▶ _Required work_:
Each line below from the one containing "true, max: 30" through the one containing "['word'], description: 'control-store" is to be given again exactly, and no line outside that span.

<<<<

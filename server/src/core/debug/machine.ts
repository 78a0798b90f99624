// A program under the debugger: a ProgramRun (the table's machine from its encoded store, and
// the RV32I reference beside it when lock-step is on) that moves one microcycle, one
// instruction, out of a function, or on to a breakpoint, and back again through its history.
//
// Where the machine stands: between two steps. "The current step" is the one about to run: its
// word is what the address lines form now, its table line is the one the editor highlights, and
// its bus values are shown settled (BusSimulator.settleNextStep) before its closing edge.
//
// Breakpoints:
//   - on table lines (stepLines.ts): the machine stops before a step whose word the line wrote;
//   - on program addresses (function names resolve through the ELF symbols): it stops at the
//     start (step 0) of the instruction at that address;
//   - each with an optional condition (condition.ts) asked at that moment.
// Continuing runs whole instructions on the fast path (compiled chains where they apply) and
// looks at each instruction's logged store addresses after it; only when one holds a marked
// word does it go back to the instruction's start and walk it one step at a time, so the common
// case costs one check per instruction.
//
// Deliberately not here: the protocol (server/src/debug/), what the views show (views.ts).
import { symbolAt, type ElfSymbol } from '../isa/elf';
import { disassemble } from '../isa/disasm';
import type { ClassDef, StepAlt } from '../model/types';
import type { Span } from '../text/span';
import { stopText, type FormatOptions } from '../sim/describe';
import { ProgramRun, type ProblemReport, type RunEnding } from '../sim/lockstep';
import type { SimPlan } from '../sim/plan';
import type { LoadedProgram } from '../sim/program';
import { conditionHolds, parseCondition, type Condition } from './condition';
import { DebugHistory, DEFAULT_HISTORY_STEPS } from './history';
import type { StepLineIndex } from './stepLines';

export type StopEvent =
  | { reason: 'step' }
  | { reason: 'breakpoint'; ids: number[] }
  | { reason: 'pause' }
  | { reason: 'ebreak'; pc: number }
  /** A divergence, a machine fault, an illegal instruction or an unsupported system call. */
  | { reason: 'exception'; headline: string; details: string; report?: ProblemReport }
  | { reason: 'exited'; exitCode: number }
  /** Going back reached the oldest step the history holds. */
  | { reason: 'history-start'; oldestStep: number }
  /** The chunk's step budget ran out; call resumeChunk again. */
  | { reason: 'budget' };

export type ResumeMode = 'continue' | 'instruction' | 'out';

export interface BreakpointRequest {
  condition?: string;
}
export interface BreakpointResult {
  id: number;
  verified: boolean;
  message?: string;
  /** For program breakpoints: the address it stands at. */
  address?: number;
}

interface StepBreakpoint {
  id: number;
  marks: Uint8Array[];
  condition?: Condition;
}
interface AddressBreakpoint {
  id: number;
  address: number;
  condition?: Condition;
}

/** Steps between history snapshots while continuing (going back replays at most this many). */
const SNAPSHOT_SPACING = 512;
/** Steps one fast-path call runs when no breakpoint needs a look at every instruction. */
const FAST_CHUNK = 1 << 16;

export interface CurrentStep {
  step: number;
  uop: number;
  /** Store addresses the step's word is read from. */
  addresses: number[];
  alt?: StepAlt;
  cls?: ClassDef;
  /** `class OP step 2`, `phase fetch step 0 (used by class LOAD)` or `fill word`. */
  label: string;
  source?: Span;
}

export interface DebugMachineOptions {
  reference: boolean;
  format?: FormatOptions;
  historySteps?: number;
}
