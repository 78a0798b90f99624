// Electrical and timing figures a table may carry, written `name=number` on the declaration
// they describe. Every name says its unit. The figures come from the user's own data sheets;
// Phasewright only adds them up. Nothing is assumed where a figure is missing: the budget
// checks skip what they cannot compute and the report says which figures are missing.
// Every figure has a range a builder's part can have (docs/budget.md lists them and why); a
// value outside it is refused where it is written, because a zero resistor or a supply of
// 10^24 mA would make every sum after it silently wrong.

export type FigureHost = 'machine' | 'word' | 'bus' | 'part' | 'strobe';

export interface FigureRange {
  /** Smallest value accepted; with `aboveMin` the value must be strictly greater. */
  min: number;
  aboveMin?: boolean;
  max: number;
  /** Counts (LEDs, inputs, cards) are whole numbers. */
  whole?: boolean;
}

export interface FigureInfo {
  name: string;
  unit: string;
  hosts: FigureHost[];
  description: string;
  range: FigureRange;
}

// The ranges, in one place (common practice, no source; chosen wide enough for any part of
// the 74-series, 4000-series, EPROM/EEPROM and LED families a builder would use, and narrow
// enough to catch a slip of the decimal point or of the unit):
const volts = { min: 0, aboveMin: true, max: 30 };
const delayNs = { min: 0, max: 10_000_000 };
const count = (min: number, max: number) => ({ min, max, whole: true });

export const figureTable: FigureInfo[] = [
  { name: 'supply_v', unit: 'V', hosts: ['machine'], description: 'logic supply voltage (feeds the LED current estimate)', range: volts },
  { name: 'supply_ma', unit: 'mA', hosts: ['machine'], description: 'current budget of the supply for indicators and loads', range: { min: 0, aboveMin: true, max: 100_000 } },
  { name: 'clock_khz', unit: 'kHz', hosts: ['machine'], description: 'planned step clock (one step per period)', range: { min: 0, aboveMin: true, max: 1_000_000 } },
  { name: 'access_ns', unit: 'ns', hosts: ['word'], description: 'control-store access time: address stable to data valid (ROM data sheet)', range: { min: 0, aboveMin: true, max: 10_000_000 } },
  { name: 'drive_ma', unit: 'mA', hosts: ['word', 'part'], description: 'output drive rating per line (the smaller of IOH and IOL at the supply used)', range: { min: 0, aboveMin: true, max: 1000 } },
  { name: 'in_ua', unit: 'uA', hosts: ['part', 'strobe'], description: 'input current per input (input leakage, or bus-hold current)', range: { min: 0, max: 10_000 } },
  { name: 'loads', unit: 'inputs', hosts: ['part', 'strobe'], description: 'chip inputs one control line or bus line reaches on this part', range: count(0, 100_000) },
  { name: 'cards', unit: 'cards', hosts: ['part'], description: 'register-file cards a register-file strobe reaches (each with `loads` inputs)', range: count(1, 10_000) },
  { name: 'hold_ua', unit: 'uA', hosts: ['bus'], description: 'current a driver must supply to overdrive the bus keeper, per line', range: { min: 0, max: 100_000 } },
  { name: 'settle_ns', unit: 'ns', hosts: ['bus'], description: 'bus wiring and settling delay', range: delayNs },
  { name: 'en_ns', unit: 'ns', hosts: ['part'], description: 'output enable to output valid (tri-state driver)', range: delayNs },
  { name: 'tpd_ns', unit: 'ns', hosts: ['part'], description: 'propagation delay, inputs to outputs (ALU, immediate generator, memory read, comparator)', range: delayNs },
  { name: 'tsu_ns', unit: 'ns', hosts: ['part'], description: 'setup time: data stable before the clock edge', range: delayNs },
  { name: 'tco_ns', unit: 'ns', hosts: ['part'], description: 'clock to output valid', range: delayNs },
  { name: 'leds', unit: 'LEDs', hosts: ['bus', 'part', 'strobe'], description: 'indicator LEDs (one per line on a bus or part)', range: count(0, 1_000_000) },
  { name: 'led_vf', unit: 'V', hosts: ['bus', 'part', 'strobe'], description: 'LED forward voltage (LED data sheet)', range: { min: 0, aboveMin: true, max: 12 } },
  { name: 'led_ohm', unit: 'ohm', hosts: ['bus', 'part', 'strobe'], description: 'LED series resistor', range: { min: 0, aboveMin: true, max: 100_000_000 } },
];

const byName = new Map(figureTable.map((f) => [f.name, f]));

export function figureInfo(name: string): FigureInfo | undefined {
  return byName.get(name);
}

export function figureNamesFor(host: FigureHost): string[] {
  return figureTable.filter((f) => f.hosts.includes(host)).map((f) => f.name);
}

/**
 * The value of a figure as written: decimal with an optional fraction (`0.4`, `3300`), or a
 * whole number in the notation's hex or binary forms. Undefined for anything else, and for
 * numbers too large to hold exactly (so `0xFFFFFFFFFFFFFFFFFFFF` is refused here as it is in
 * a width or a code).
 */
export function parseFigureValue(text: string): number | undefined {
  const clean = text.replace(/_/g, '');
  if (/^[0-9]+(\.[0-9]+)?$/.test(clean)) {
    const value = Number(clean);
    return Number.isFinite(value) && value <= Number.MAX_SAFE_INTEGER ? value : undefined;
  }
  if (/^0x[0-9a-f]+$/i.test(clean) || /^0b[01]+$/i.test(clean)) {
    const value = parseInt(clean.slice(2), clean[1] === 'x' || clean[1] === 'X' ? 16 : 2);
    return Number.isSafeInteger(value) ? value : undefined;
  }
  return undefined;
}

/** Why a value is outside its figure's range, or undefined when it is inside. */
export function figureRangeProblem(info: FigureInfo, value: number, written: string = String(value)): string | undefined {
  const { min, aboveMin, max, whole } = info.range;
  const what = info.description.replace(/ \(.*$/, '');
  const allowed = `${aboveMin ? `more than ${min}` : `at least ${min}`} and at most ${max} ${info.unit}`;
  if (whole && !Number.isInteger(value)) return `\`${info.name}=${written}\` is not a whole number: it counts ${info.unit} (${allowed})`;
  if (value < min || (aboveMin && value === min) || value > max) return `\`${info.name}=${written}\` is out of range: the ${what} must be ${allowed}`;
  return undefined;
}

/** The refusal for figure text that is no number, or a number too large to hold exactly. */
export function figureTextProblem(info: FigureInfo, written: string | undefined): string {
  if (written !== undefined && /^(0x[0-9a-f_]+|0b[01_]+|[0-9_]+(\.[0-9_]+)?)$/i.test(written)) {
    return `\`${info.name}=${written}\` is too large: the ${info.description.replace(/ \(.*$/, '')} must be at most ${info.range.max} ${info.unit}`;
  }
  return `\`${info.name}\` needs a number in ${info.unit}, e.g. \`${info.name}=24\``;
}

>>>>

▶ _Answer to the problem_:
const volts = { min: 0, aboveMin: true, max: 30 };
const delayNs = { min: 0, max: 10_000_000 };
const count = (min: number, max: number) => ({ min, max, whole: true });

export const figureTable: FigureInfo[] = [
  { name: 'supply_v', unit: 'V', hosts: ['machine'], description: 'logic supply voltage (feeds the LED current estimate)', range: volts },
  { name: 'supply_ma', unit: 'mA', hosts: ['machine'], description: 'current budget of the supply for indicators and loads', range: { min: 0, aboveMin: true, max: 100_000 } },
  { name: 'clock_khz', unit: 'kHz', hosts: ['machine'], description: 'planned step clock (one step per period)', range: { min: 0, aboveMin: true, max: 1_000_000 } },
  { name: 'access_ns', unit: 'ns', hosts: ['word'], description: 'control-store access time: address stable to data valid (ROM data sheet)', range: { min: 0, aboveMin: true, max: 10_000_000 } },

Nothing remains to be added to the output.